Strategic Decision-Making in Multi-Agent Domains: A Weighted Constrained Potential Dynamic Game Approach

TL;DR

This paper introduces a novel approach using weighted constrained potential dynamic games to efficiently compute generalized Nash Equilibria in multi-agent decision-making, significantly reducing computational complexity and enabling practical applications.

Contribution

The paper proposes leveraging constrained dynamic potential games to transform complex multi-agent problems into single optimal control problems, improving solution efficiency.

Findings

Achieves significant solve time reduction compared to existing methods.

Successfully applies the approach to multi-robot navigation scenarios.
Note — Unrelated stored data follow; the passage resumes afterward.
package dev.countercheck.report;

import com.openhtmltopdf.css.sheet.FontFaceRule;
import com.openhtmltopdf.css.style.CssContext;
import com.openhtmltopdf.extend.OutputDevice;
import com.openhtmltopdf.extend.OutputDeviceGraphicsDrawer;
import com.openhtmltopdf.extend.SVGDrawer;
import com.openhtmltopdf.extend.UserAgentCallback;
import com.openhtmltopdf.layout.SharedContext;
import com.openhtmltopdf.outputdevice.helper.BaseRendererBuilder.FontStyle;
import com.openhtmltopdf.pdfboxout.PdfBoxFastOutputDevice;
import com.openhtmltopdf.render.Box;
import com.openhtmltopdf.render.RenderingContext;
import com.openhtmltopdf.svgsupport.BatikSVGDrawer;
import com.openhtmltopdf.svgsupport.BatikSVGDrawer.SvgExternalResourceMode;
import com.openhtmltopdf.svgsupport.BatikSVGDrawer.SvgScriptMode;
import de.rototor.pdfbox.graphics2d.PdfBoxGraphics2D;
import org.apache.pdfbox.cos.COSDictionary;
import org.apache.pdfbox.cos.COSName;
import org.apache.pdfbox.pdmodel.graphics.form.PDFormXObject;
import org.w3c.dom.Element;
import org.w3c.dom.NamedNodeMap;
import org.w3c.dom.Node;

import java.awt.FontFormatException;
import java.awt.Graphics2D;
import java.awt.Rectangle;
import java.io.File;
import java.io.IOException;
import java.lang.reflect.InvocationTargetException;
import java.lang.reflect.Proxy;
import java.util.HashMap;
import java.util.List;
import java.util.Map;

/**
 * The drawings of the PDF, drawn by the renderer's SVG module (Batik) with scripts and external
 * resources refused, each distinct drawing once. The module draws a drawing into a form XObject of its
 * own and places it on the page; a report repeats drawings (the legend's samples, the same in every
 * element), and a drawing of the same markup, with the same styles of the page for its parts, at the
 * same size is the same form. So the form drawn the first time is kept, and each repeat is placed by
 * the renderer at its own position as before, with the kept form in place of a new one: the page
 * looks the same, without laying out and drawing the same picture again.
 */
final class PdfDrawings implements SVGDrawer {

    private final BatikSVGDrawer batik = new BatikSVGDrawer(SvgScriptMode.SECURE, SvgExternalResourceMode.SECURE);
    /** Each drawing's form, by its markup, the page's styles for its parts and its size on the page. */
    private final Map<String, PDFormXObject> drawn = new HashMap<>();

    @Override
    public void importFontFaceRules(List<FontFaceRule> rules, SharedContext context) {
        batik.importFontFaceRules(rules, context);
    }

    @Override
    public void withUserAgent(UserAgentCallback userAgent) {
        batik.withUserAgent(userAgent);
    }

    @Override
    public void addFontFile(File file, String family, Integer weight, FontStyle style) throws IOException, FontFormatException {
        batik.addFontFile(file, family, weight, style);
    }

    @Override
    public SVGImage buildSVGImage(Element svg, Box box, CssContext context, double cssWidth, double cssHeight,
                                  double dotsPerPixel) {
        // the module sets the drawing's width and height on the element here: the markup is read after
        SVGImage image = batik.buildSVGImage(svg, box, context, cssWidth, cssHeight, dotsPerPixel);
        return new Drawing(image, svg, box, dotsPerPixel);
    }

    @Override
    public void close() throws IOException {
        batik.close();
    }

    /** One drawing of the page, drawn by the module the first time its kind is placed, else placed again. */
    private final class Drawing implements SVGImage {

        private final SVGImage image;
        private final Element svg;
        private final Box box;
        private final double dotsPerPixel;

        Drawing(SVGImage image, Element svg, Box box, double dotsPerPixel) {
            this.image = image;
            this.svg = svg;
            this.box = box;
            this.dotsPerPixel = dotsPerPixel;
        }

        @Override
        public int getIntrinsicWidth() {
            return image.getIntrinsicWidth();
        }

        @Override
        public int getIntrinsicHeight() {
            return image.getIntrinsicHeight();
        }

        @Override
        public void drawSVG(OutputDevice device, RenderingContext context, double x, double y) {
            if (!(device instanceof PdfBoxFastOutputDevice pdf)) {
                image.drawSVG(device, context, x, y);
                return;
            }
            // the module draws at the size of the box's content area, styled by the page's rules for the drawing's parts
            Rectangle area = box.getContentAreaEdge(box.getAbsX(), box.getAbsY(), context);
            StringBuilder key = new StringBuilder().append(area.width).append('x').append(area.height).append('\n')
                    .append(context.getCss().getCSSForAllDescendants(svg)).append('\n');
            markup(svg, key);
            PDFormXObject form = drawn.get(key.toString());
            if (form == null) {
                Graphics2D[] used = new Graphics2D[1];
                image.drawSVG(capturing(pdf, used), context, x, y);
                if (used[0] instanceof PdfBoxGraphics2D graphics) {
                    drawn.put(key.toString(), graphics.getXFormObject());
                }
            } else {
                placeAgain(pdf, form, x, y, area);
            }
        }

        /**
         * Places {@code form} as the module would place a new drawing at ({@code x}, {@code y}): the
         * renderer places an empty form there (same size, same matrix), which then names the kept one.
         */
        private void placeAgain(PdfBoxFastOutputDevice pdf, PDFormXObject form, double x, double y, Rectangle area) {
            Graphics2D[] used = new Graphics2D[1];
            pdf.drawWithGraphics((float) x, (float) y, (float) (area.width / dotsPerPixel),
                    (float) (area.height / dotsPerPixel), graphics -> used[0] = graphics);
            PDFormXObject empty = ((PdfBoxGraphics2D) used[0]).getXFormObject();
            COSDictionary forms = pdf.getPage().getResources().getCOSObject().getCOSDictionary(COSName.XOBJECT);
            for (COSName name : forms.keySet()) {
                if (forms.getDictionaryObject(name) == empty.getCOSObject()) {
                    forms.setItem(name, form);
                    return;
                }
            }
            throw new IllegalStateException("the renderer placed a drawing's form under no name of the page");
        }
    }

    /** {@code device}, which keeps in {@code used} the graphics the module draws a drawing into. */
    private static OutputDevice capturing(OutputDevice device, Graphics2D[] used) {
        return (OutputDevice) Proxy.newProxyInstance(OutputDevice.class.getClassLoader(), new Class<?>[] {OutputDevice.class},
                (proxy, method, args) -> {
                    if (method.getName().equals("drawWithGraphics") && args[4] instanceof OutputDeviceGraphicsDrawer drawer) {
                        args[4] = (OutputDeviceGraphicsDrawer) graphics -> {
                            used[0] = graphics;
                            drawer.render(graphics);
                        };
                    }
                    try {
                        return method.invoke(device, args);
                    } catch (InvocationTargetException e) {
                        throw e.getCause();
                    }
                });
    }

    /** Writes {@code node}'s markup into {@code out}: names, attributes and text, in document order. */
    private static void markup(Node node, StringBuilder out) {
        if (node.getNodeType() == Node.TEXT_NODE || node.getNodeType() == Node.CDATA_SECTION_NODE) {
            text(node.getNodeValue(), out);
            return;
        }
        if (node.getNodeType() != Node.ELEMENT_NODE) {
            return;
        }
        out.append('<').append(node.getNodeName());
        NamedNodeMap attributes = node.getAttributes();
        for (int i = 0; i < attributes.getLength(); i++) {
            Node attribute = attributes.item(i);
            out.append(' ').append(attribute.getNodeName()).append('=');
            text(attribute.getNodeValue(), out);
        }
        out.append('>');
        for (Node child = node.getFirstChild(); child != null; child = child.getNextSibling()) {
            markup(child, out);
        }
        out.append("</>");
    }

    /** Writes {@code text} after its length, so that no text can read as markup. */
    private static void text(String text, StringBuilder out) {
        out.append(text.length()).append(':').append(text);
    }
}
Demonstrates practical effectiveness through simulation and real-world experiments.

Abstract

In interactive multi-agent settings, decision-making and planning are challenging mainly due to the agents' interconnected objectives. Dynamic game theory offers a formal framework for analyzing such intricacies. Yet, solving constrained dynamic games and determining the interaction outcome in the form of generalized Nash Equilibria (GNE) pose computational challenges due to the need for solving constrained coupled optimal control problems. In this paper, we address this challenge by proposing to leverage the special structure of many real-world multi-agent interactions. More specifically, our key idea is to leverage constrained dynamic potential games, which are games for which GNE can be found by solving a single constrained optimal control problem associated with minimizing the potential function. We argue that constrained dynamic potential games can effectively facilitate interactive decision-making in many multi-agent interactions. We will identify structures in realistic multi-agent interactive scenarios that can be transformed into weighted constrained potential dynamic games (WCPDGs). We will show that the GNE of the resulting WCPDG can be obtained by solving a single constrained optimal control problem. We will demonstrate the effectiveness of the proposed method through various simulation studies and show that we achieve significant improvements in solve time compared to state-of-the-art game solvers. We further provide experimental validation of our proposed method in a navigation setup involving two quadrotors carrying a rigid object while avoiding collisions with two humans.